There are a number of methods available to perform a time-frequency analysis: short-time FFT (fast Fourier transformation), wavelet convolutions, and multitapers, just to name a few. Each method has its advantages and disadvantages, one thus chooses a method depending on the characteristics of their dataset and their research questions. In this post, I would like to describe the motivation to use multitapers to look at dynamical changes of signals in the frequency domain.
Similar to the short-time FFT?
One can say that the multitaper method is an extension of the short-time FFT method. The short-time FFT chops the entire trial period into segments and performs discrete Fourier transform (DFT) on each of them, which allows us to estimate the power spectrum over time. The multitaper method adopts the same strategy of extracting time segments to observe temporal changes in the frequency domain.
How is it different from the short-time FFT?

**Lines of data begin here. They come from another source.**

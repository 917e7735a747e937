import pg from 'pg';
import { drizzle, type NodePgDatabase } from 'drizzle-orm/node-postgres';
import type { PgDatabase, PgQueryResultHKT } from 'drizzle-orm/pg-core';
import * as schema from './schema/index.js';

export type Schema = typeof schema;
export type Database = NodePgDatabase<Schema> & { $client: pg.Pool };
/** A database handle or an open transaction: repositories accept either. */
export type Executor = PgDatabase<PgQueryResultHKT, Schema>;

// Timestamps come back as Date, dates as plain 'YYYY-MM-DD' strings.
pg.types.setTypeParser(1082, (v) => v);

/** The application's pool: the URL logs in as breakover_app, which may not alter the audit trail. */
export function createPool(url: string, max = 10): pg.Pool {
  // UTC for the session from the startup packet, so interval arithmetic (an end less N days) is the same
  // whatever the server's default zone. No role here: the login itself is the restricted role.
  return new pg.Pool({ connectionString: url, max, options: '-c TimeZone=UTC' });
}

export function createDatabase(pool: pg.Pool): Database {
  return drizzle(pool, { schema }) as Database;
}

export { schema };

Before performing DFT on a time segment, the short-time FFT often applies a taper to the time segment to mitigate the edge artifacts. The multitaper method on the other hand as the name indicates applies multiple tapers, which results in multiple tapered time series. Subsequently, the DFT is performed on tapered segments, and the obtained power spectra are averaged over time series with different tapers applied. The resulting power spectra by the multitaper method is an average of multiple spectra, it is in principle smoother than the power spectra the short-time FFT produces.